What you will do: Print each entry below precisely as it reads.

(Dataset items)
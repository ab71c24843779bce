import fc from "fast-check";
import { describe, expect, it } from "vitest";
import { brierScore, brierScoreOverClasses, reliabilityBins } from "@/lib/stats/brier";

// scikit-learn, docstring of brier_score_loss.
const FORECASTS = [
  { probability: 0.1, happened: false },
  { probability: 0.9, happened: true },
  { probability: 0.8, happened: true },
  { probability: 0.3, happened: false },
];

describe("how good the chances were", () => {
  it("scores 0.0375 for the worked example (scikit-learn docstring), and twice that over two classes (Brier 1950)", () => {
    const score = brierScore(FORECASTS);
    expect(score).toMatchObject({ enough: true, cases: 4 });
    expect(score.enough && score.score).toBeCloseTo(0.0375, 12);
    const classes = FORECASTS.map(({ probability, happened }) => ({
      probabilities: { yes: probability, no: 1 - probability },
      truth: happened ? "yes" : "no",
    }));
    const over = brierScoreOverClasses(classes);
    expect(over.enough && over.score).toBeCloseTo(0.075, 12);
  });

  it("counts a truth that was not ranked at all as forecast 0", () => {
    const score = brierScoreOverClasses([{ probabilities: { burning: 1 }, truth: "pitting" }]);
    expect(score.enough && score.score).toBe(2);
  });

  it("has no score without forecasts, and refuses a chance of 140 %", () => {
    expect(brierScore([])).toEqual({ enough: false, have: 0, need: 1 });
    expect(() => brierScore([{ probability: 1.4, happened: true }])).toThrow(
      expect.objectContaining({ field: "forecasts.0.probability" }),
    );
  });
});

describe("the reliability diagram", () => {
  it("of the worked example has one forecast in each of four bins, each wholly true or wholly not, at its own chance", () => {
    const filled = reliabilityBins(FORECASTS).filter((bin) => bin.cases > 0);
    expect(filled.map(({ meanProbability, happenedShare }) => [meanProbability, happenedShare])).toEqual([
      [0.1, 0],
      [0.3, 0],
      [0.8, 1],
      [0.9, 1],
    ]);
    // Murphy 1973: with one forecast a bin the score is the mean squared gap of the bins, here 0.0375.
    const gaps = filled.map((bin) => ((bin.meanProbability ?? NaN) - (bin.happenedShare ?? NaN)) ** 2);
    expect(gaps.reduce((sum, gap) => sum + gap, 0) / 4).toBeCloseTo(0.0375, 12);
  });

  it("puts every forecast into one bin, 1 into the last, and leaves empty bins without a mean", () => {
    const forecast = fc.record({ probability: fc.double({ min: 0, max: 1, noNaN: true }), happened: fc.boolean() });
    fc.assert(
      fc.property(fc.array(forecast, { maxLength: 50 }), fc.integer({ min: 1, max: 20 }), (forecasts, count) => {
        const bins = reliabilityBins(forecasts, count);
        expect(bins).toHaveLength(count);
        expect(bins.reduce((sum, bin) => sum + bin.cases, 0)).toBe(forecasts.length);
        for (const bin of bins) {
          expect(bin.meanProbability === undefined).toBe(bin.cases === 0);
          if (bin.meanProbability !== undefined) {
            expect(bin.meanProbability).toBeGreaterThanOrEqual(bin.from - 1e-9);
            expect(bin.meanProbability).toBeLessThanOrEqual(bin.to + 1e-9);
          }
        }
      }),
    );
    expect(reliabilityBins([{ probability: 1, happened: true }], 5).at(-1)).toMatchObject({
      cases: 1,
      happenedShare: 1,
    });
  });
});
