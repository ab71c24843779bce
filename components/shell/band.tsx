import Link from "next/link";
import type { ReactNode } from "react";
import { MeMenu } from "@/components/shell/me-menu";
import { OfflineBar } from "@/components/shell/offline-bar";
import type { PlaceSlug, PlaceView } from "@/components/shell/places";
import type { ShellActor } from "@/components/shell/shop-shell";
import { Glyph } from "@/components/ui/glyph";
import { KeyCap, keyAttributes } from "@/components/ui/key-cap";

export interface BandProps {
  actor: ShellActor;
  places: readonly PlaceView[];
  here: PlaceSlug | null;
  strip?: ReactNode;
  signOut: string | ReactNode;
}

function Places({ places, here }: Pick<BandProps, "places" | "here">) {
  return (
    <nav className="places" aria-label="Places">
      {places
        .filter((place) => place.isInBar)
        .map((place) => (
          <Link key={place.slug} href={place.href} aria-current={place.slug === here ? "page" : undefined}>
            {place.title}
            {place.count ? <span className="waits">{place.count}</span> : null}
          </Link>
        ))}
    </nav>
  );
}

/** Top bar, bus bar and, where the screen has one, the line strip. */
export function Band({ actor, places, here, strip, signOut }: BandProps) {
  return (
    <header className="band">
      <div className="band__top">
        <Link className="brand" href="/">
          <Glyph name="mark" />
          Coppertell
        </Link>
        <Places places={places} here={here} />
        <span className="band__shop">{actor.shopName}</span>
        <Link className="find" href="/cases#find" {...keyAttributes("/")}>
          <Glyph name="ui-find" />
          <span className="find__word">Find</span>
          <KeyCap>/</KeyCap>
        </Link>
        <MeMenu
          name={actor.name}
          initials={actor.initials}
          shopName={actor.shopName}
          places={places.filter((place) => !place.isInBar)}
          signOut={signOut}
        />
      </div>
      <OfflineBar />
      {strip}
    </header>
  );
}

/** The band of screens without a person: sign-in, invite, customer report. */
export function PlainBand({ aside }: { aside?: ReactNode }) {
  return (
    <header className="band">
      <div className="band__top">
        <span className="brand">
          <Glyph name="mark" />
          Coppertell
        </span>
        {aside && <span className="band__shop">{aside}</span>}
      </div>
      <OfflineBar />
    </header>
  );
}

Written reply:
repository ab71c24843779bce
import fc from "fast-check";
import { describe, expect, it } from "vitest";
import { brierScore, brierScoreOverClasses, reliabilityBins } from "@/lib/stats/brier";

// scikit-learn, docstring of brier_score_loss.
const FORECASTS = [
  { probability: 0.1, happened: false },
  { probability: 0.9, happened: true },
  { probability: 0.8, happened: true },
  { probability: 0.3, happened: false },
];

describe("how good the chances were", () => {
  it("scores 0.0375 for the worked example (scikit-learn docstring), and twice that over two classes (Brier 1950)", () => {
    const score = brierScore(FORECASTS);
    expect(score).toMatchObject({ enough: true, cases: 4 });
    expect(score.enough && score.score).toBeCloseTo(0.0375, 12);
    const classes = FORECASTS.map(({ probability, happened }) => ({
      probabilities: { yes: probability, no: 1 - probability },
      truth: happened ? "yes" : "no",
    }));
    const over = brierScoreOverClasses(classes);
    expect(over.enough && over.score).toBeCloseTo(0.075, 12);
  });

  it("counts a truth that was not ranked at all as forecast 0", () => {
    const score = brierScoreOverClasses([{ probabilities: { burning: 1 }, truth: "pitting" }]);
    expect(score.enough && score.score).toBe(2);
  });

  it("has no score without forecasts, and refuses a chance of 140 %", () => {
    expect(brierScore([])).toEqual({ enough: false, have: 0, need: 1 });
    expect(() => brierScore([{ probability: 1.4, happened: true }])).toThrow(
      expect.objectContaining({ field: "forecasts.0.probability" }),
    );
  });
});

describe("the reliability diagram", () => {
  it("of the worked example has one forecast in each of four bins, each wholly true or wholly not, at its own chance", () => {
    const filled = reliabilityBins(FORECASTS).filter((bin) => bin.cases > 0);
    expect(filled.map(({ meanProbability, happenedShare }) => [meanProbability, happenedShare])).toEqual([
      [0.1, 0],
      [0.3, 0],
      [0.8, 1],
      [0.9, 1],
    ]);
    // Murphy 1973: with one forecast a bin the score is the mean squared gap of the bins, here 0.0375.
    const gaps = filled.map((bin) => ((bin.meanProbability ?? NaN) - (bin.happenedShare ?? NaN)) ** 2);
    expect(gaps.reduce((sum, gap) => sum + gap, 0) / 4).toBeCloseTo(0.0375, 12);
  });

  it("puts every forecast into one bin, 1 into the last, and leaves empty bins without a mean", () => {
    const forecast = fc.record({ probability: fc.double({ min: 0, max: 1, noNaN: true }), happened: fc.boolean() });
    fc.assert(
      fc.property(fc.array(forecast, { maxLength: 50 }), fc.integer({ min: 1, max: 20 }), (forecasts, count) => {
        const bins = reliabilityBins(forecasts, count);
        expect(bins).toHaveLength(count);
        expect(bins.reduce((sum, bin) => sum + bin.cases, 0)).toBe(forecasts.length);
        for (const bin of bins) {
          expect(bin.meanProbability === undefined).toBe(bin.cases === 0);
          if (bin.meanProbability !== undefined) {
            expect(bin.meanProbability).toBeGreaterThanOrEqual(bin.from - 1e-9);
            expect(bin.meanProbability).toBeLessThanOrEqual(bin.to + 1e-9);
          }
        }
      }),
    );
    expect(reliabilityBins([{ probability: 1, happened: true }], 5).at(-1)).toMatchObject({
      cases: 1,
      happenedShare: 1,
    });
  });
});
repository ab71c24843779bce
filename components/shell/band.tsx
import Link from "next/link";
import type { ReactNode } from "react";
import { MeMenu } from "@/components/shell/me-menu";
import { OfflineBar } from "@/components/shell/offline-bar";
import type { PlaceSlug, PlaceView } from "@/components/shell/places";
import type { ShellActor } from "@/components/shell/shop-shell";
import { Glyph } from "@/components/ui/glyph";
import { KeyCap, keyAttributes } from "@/components/ui/key-cap";

export interface BandProps {
  actor: ShellActor;
  places: readonly PlaceView[];
  here: PlaceSlug | null;
  strip?: ReactNode;
  signOut: string | ReactNode;
}

function Places({ places, here }: Pick<BandProps, "places" | "here">) {
  return (
    <nav className="places" aria-label="Places">
      {places
        .filter((place) => place.isInBar)
        .map((place) => (
          <Link key={place.slug} href={place.href} aria-current={place.slug === here ? "page" : undefined}>
            {place.title}
            {place.count ? <span className="waits">{place.count}</span> : null}
          </Link>
        ))}
    </nav>
  );
}

/** Top bar, bus bar and, where the screen has one, the line strip. */
export function Band({ actor, places, here, strip, signOut }: BandProps) {
  return (
    <header className="band">
      <div className="band__top">
        <Link className="brand" href="/">
          <Glyph name="mark" />
          Coppertell
        </Link>
        <Places places={places} here={here} />
        <span className="band__shop">{actor.shopName}</span>
        <Link className="find" href="/cases#find" {...keyAttributes("/")}>
          <Glyph name="ui-find" />
          <span className="find__word">Find</span>
          <KeyCap>/</KeyCap>
        </Link>
        <MeMenu
          name={actor.name}
          initials={actor.initials}
          shopName={actor.shopName}
          places={places.filter((place) => !place.isInBar)}
          signOut={signOut}
        />
      </div>
      <OfflineBar />
      {strip}
    </header>
  );
}

/** The band of screens without a person: sign-in, invite, customer report. */
export function PlainBand({ aside }: { aside?: ReactNode }) {
  return (
    <header className="band">
      <div className="band__top">
        <span className="brand">
          <Glyph name="mark" />
          Coppertell
        </span>
        {aside && <span className="band__shop">{aside}</span>}
      </div>
      <OfflineBar />
    </header>
  );
}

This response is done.